------ DATA FOR THE TASK

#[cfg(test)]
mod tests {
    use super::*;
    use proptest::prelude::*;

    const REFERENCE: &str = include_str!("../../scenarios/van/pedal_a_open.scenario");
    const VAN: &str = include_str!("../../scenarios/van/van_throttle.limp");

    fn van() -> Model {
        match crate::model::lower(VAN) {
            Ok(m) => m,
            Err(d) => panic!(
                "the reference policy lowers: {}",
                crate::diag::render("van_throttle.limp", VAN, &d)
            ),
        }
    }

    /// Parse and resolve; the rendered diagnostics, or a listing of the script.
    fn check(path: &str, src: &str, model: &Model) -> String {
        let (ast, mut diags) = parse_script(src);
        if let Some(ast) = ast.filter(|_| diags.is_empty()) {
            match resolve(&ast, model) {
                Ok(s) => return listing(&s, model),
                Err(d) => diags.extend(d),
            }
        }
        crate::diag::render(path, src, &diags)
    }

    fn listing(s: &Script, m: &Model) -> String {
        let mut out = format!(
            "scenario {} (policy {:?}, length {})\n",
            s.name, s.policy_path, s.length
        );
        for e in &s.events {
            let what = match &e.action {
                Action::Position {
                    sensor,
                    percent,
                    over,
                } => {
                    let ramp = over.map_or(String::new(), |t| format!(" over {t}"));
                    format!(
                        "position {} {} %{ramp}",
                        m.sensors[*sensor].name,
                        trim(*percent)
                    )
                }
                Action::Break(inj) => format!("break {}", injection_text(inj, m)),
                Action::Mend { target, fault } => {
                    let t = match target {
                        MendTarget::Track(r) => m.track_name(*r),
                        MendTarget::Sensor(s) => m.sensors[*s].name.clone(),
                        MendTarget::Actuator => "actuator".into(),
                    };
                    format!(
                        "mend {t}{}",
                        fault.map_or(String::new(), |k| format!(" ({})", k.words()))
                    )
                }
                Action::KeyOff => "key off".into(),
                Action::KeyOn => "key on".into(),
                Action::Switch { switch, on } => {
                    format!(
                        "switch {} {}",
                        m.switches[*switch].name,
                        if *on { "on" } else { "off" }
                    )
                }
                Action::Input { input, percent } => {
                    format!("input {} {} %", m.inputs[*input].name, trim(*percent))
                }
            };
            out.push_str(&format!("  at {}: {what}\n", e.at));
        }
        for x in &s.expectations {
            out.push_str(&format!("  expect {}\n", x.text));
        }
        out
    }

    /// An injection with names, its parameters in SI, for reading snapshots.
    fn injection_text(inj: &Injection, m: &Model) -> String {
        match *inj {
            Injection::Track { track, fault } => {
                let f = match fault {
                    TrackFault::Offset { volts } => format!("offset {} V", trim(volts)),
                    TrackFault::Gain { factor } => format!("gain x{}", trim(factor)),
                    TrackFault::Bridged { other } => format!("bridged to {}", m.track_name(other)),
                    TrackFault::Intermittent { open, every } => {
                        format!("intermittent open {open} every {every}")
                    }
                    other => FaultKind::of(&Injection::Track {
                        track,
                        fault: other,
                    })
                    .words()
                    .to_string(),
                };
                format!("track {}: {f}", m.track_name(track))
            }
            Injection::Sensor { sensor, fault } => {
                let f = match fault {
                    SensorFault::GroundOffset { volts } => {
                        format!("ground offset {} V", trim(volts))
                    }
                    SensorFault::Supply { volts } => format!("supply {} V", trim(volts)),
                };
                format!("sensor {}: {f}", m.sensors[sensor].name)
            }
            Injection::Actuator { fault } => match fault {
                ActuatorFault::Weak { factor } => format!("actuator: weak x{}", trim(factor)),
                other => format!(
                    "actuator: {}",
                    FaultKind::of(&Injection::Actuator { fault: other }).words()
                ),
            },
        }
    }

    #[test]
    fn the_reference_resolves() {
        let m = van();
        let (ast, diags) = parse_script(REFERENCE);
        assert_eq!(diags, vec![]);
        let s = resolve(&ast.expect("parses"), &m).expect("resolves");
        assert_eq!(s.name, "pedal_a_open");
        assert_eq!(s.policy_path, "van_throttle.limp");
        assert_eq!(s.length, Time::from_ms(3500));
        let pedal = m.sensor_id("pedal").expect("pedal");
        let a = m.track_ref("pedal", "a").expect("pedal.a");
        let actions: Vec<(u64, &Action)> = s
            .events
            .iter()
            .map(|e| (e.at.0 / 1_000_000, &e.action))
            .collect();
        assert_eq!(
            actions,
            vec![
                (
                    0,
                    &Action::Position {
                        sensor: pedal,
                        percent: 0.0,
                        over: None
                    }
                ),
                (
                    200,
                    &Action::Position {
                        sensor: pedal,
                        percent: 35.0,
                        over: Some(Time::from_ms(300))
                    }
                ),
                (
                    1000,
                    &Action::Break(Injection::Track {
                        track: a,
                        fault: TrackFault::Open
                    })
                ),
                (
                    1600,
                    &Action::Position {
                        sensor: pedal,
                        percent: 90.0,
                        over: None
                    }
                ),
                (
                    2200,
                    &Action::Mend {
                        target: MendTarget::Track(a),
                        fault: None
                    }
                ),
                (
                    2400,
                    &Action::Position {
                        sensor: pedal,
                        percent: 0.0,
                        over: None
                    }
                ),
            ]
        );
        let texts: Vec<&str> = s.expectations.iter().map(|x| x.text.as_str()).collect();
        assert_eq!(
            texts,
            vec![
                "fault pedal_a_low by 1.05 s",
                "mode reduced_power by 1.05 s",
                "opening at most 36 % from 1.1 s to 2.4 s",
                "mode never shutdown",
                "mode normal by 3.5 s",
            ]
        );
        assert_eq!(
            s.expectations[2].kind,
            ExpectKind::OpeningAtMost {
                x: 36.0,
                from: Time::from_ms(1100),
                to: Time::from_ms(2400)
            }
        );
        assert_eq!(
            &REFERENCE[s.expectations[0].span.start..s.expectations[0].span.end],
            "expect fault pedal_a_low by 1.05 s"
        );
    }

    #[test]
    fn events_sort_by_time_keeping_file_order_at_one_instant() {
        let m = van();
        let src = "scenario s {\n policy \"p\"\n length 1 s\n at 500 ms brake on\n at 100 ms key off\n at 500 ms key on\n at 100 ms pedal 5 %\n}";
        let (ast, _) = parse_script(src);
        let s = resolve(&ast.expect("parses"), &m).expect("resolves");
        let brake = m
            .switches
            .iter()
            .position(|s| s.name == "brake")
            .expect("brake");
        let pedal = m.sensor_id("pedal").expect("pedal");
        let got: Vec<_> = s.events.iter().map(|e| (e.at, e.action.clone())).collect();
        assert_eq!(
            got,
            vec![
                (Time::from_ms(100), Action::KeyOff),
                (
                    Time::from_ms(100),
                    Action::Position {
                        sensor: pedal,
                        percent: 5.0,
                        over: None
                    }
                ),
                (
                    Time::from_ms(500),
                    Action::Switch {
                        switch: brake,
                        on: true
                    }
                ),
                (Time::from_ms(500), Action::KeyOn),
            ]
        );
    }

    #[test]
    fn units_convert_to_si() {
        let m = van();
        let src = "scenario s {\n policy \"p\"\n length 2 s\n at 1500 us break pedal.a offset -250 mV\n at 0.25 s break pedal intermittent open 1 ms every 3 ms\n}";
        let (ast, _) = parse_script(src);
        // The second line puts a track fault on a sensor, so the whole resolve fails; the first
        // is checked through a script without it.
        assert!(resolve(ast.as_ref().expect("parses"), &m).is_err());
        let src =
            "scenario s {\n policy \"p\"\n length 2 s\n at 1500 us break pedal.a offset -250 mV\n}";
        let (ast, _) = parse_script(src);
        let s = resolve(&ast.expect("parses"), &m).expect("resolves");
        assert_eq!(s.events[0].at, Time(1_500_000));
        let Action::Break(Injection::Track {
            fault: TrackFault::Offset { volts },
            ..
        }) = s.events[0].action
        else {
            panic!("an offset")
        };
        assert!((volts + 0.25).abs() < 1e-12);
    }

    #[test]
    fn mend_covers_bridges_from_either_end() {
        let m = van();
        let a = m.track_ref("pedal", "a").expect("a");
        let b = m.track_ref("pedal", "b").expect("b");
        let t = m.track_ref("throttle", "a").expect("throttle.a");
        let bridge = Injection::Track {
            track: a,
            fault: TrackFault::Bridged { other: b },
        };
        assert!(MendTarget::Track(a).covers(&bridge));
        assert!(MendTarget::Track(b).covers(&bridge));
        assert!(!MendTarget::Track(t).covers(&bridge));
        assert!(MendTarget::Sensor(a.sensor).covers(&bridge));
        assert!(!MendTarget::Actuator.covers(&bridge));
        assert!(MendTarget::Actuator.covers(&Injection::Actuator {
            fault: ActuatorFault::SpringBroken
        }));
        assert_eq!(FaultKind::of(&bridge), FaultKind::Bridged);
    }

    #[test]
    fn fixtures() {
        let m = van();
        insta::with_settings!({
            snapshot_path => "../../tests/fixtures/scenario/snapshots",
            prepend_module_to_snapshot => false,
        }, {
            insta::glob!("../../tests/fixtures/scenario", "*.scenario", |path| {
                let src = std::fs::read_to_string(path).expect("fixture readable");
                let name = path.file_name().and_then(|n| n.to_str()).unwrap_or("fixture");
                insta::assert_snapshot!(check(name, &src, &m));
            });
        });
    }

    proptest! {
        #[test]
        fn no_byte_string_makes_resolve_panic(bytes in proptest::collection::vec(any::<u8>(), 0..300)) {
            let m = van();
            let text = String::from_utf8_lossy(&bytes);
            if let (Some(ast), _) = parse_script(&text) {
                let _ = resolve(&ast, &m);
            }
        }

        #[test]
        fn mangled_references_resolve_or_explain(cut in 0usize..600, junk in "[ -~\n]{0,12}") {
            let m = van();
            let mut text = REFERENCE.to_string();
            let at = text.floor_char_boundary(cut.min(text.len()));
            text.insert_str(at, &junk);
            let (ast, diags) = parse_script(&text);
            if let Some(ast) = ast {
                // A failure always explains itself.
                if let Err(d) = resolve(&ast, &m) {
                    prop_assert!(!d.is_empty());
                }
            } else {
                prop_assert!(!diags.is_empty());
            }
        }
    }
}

------------
------ DATA FOR THE TASK

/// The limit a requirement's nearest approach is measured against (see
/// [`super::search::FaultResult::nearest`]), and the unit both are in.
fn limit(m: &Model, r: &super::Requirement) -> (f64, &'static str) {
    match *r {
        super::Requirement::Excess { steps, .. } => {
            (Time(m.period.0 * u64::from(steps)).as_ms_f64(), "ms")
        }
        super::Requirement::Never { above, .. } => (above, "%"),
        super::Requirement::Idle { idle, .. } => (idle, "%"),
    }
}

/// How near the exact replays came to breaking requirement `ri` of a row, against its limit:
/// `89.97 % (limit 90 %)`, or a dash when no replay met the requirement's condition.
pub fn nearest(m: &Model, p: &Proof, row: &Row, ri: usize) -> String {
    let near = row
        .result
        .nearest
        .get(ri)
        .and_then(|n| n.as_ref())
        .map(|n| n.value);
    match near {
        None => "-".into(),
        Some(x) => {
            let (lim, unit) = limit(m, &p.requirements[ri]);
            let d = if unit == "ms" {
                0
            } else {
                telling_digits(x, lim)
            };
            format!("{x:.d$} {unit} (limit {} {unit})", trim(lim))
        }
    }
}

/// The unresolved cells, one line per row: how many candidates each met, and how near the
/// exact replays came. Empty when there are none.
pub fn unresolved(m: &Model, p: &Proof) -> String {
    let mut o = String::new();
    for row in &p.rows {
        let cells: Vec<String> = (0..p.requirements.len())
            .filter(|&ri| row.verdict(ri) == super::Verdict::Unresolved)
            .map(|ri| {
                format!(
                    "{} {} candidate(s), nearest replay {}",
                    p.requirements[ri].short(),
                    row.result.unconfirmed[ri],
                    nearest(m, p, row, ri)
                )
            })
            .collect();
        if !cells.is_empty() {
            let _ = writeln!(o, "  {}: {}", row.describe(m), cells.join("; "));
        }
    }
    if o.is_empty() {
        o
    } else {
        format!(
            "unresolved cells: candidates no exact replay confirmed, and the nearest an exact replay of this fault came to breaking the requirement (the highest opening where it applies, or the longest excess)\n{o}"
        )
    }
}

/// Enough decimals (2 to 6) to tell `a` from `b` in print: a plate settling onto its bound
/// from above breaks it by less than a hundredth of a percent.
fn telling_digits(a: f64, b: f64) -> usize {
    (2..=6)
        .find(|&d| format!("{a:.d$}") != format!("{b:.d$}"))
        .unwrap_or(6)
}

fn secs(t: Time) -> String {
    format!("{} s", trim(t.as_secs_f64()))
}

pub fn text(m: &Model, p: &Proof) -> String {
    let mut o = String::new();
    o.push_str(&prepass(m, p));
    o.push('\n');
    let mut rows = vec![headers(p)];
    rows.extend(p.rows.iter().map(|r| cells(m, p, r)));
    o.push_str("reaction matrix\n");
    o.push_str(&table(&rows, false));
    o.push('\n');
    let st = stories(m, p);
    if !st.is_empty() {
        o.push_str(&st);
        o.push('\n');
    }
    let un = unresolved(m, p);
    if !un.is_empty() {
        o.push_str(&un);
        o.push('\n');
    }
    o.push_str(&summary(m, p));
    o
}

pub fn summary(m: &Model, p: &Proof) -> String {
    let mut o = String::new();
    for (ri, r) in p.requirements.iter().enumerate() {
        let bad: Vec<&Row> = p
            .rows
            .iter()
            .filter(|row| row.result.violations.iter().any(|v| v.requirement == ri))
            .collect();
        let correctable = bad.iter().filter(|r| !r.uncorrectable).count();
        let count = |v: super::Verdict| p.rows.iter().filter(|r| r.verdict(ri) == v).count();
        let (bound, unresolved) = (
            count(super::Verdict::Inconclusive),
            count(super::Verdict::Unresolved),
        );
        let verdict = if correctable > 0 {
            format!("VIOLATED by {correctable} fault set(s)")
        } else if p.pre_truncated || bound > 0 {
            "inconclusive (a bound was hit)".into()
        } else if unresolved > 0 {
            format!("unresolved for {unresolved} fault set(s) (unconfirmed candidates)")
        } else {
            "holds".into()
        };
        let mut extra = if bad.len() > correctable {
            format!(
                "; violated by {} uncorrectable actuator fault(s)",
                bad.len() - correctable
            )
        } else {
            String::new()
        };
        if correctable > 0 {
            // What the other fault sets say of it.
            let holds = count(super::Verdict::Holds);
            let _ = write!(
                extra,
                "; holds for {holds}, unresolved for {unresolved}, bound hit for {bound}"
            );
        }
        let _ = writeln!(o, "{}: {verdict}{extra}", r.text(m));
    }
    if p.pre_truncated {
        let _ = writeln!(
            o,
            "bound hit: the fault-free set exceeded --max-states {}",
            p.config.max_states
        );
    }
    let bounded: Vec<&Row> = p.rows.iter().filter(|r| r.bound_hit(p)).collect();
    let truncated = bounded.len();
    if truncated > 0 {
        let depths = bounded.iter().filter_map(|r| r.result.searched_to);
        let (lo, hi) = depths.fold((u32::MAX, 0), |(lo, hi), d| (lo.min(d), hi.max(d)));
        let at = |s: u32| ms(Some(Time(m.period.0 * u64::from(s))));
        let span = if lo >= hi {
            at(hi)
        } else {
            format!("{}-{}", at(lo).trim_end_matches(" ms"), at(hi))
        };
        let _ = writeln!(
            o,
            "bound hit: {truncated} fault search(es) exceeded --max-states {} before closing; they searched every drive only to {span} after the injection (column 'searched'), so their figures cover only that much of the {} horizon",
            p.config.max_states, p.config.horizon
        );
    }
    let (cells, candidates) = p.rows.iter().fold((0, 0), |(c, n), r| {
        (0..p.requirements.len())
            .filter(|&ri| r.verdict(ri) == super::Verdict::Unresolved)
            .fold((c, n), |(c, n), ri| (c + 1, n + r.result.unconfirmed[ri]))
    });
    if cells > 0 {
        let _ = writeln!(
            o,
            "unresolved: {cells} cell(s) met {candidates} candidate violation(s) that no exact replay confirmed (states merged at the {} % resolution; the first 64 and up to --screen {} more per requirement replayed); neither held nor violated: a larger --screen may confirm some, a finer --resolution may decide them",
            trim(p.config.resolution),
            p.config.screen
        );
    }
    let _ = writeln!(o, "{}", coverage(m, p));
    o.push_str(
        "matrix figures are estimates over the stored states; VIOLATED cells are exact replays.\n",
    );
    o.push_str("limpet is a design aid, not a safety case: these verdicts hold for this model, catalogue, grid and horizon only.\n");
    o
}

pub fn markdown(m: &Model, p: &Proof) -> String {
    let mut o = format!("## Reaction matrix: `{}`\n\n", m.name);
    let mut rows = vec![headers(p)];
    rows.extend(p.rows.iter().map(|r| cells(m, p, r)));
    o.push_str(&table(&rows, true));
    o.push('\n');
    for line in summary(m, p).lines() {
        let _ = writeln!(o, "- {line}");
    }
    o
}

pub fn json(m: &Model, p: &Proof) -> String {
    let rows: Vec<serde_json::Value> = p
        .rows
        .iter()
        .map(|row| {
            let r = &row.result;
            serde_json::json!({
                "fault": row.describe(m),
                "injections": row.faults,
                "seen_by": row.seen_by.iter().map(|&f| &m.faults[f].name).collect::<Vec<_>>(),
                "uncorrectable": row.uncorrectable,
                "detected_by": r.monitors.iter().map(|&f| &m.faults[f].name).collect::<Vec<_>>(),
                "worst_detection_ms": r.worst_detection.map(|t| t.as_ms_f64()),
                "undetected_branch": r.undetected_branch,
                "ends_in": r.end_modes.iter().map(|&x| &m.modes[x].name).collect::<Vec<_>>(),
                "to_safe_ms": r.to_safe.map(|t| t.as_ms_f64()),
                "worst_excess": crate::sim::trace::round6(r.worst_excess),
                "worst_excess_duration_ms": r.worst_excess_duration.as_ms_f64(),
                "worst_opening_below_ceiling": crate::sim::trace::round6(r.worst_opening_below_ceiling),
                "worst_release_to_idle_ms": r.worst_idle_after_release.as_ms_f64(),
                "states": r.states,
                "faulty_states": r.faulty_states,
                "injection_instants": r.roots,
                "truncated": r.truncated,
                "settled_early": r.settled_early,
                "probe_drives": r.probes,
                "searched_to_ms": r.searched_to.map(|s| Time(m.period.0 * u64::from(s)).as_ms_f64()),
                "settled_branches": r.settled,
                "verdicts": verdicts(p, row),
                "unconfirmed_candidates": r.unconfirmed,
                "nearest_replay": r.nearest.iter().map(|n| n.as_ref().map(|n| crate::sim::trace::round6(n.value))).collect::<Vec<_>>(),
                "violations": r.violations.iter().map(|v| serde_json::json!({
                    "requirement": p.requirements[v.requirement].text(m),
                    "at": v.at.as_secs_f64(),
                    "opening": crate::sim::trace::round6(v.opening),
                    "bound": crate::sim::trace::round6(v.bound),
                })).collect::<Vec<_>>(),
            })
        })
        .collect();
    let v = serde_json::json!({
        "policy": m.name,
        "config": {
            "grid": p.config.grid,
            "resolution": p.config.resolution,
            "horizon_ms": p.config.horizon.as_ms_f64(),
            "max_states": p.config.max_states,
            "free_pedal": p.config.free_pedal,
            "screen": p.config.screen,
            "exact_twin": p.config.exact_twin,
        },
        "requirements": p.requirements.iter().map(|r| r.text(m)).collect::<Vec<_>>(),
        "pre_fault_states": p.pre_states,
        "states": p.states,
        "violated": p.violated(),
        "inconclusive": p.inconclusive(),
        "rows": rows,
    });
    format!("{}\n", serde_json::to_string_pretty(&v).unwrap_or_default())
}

------------

In the listing above, locate the line containing "let st = stories(m, p);" and the line containing "else if p.pre_truncated", then transcribe both and every line between them verbatim.

    let st = stories(m, p);
    if !st.is_empty() {
        o.push_str(&st);
        o.push('\n');
    }
    let un = unresolved(m, p);
    if !un.is_empty() {
        o.push_str(&un);
        o.push('\n');
    }
    o.push_str(&summary(m, p));
    o
}

pub fn summary(m: &Model, p: &Proof) -> String {
    let mut o = String::new();
    for (ri, r) in p.requirements.iter().enumerate() {
        let bad: Vec<&Row> = p
            .rows
            .iter()
            .filter(|row| row.result.violations.iter().any(|v| v.requirement == ri))
            .collect();
        let correctable = bad.iter().filter(|r| !r.uncorrectable).count();
        let count = |v: super::Verdict| p.rows.iter().filter(|r| r.verdict(ri) == v).count();
        let (bound, unresolved) = (
            count(super::Verdict::Inconclusive),
            count(super::Verdict::Unresolved),
        );
        let verdict = if correctable > 0 {
            format!("VIOLATED by {correctable} fault set(s)")
        } else if p.pre_truncated || bound > 0 {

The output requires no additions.